**Problem description:**
Using the entries that follow, count the lines containing the word "static" and give that number by itself.

**Given data:**

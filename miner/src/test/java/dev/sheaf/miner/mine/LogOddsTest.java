package dev.sheaf.miner.mine;

import static org.junit.jupiter.api.Assertions.assertEquals;
import static org.junit.jupiter.api.Assertions.assertTrue;

import java.util.List;
import org.junit.jupiter.api.Test;

class LogOddsTest {
    @Test
    void zFollowsTheInformativeDirichletFormula() {
        // Monroe, Colaresi & Quinn 2008, Political Analysis 16(4), eqs. for the log-odds with an informative
        // Dirichlet prior and its variance [mem]; constructed numbers computed by hand from those formulas:
        // y_i = 30 of n_i = 100, y_r = 10 of n_r = 300, n = 400, a0 = 0.01 * 400 = 4, a_w = 4 * 40 / 400 = 0.4
        double aw = 0.4;
        double delta = Math.log((30 + aw) / (100 + 4 - 30 - aw)) - Math.log((10 + aw) / (300 + 4 - 10 - aw));
        double z = delta / Math.sqrt(1 / (30 + aw) + 1 / (10 + aw));
        assertEquals(z, LogOdds.z(30, 100, 40, 400, 0.01), 1e-12);
        assertTrue(z > 5, "a term in 30% of one category and 3% of the rest is distinctive");
    }

    @Test
    void aTermSpreadInProportionIsDistinctiveNowhere() {
        assertEquals(0.0, LogOdds.z(10, 100, 40, 400, 0.01), 1e-12);
    }

    @Test
    void topListsPositiveZOnlyBestFirstAndIgnoresUncategorisedListings() {
        LogOdds lo = new LogOdds(new String[] {"tents", "", "jackets", "packs"}, new long[] {100, 500, 100, 100}, 0.01);
        List<Harvest.CategoryScore> top = lo.top(new int[] {40, 300, 5, 10}, 3);
        assertEquals(1, top.size());
        assertEquals("tents", top.get(0).category());
        assertEquals(40, top.get(0).df());
        assertEquals(List.of(), new LogOdds(new String[] {"tents"}, new long[] {10}, 0.01).top(new int[] {5}, 3),
                "one category has nothing to be distinctive against");
    }
}
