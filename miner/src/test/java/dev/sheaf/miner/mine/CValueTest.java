package dev.sheaf.miner.mine;

import static org.junit.jupiter.api.Assertions.assertEquals;
import static org.junit.jupiter.api.Assertions.assertThrows;

import org.junit.jupiter.api.Test;

class CValueTest {
    @Test
    void cValueOfANestedTermFollowsTheFormula() {
        // Frantzi, Ananiadou & Mima 2000, Int. J. Digital Libraries 3(2) [mem]; the numbers are constructed:
        // "fill down" occurs 30 times, inside "800 fill down" (12) and "650 fill down" (6), so
        // C-value = log2(2) * (30 - (12 + 6) / 2) = 21.
        assertEquals(21.0, CValue.cValue(2, 30, 18, 2), 1e-12);
        // not nested: log2|a| * f(a); a trigram of frequency 12: log2(3) * 12
        assertEquals(Math.log(3) / Math.log(2) * 12, CValue.cValue(3, 12, 0, 0), 1e-12);
    }

    @Test
    void termhoodGivesWayToTheLongerPhraseThatExplainsEveryOccurrence() {
        // constructed: "ripstop" 40 times, always inside "ripstop nylon" (40): nothing left of its own
        assertEquals(0.0, CValue.termhood(1, 40, 40));
        // "waterproof" 100 times, its most frequent extension "waterproof jacket" 30: weight 1 * 70
        assertEquals(70.0, CValue.termhood(1, 100, 30));
        // a pair with no extension: log2(3) * f
        assertEquals(Math.log(3) / Math.log(2) * 25, CValue.termhood(2, 25, 0), 1e-12);
    }

    @Test
    void impossibleInputsAreProgrammingErrors() {
        assertThrows(IllegalArgumentException.class, () -> CValue.cValue(1, 5, 0, 0));
        assertThrows(IllegalArgumentException.class, () -> CValue.termhood(2, 5, 6));
    }
}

**Answer space:**
4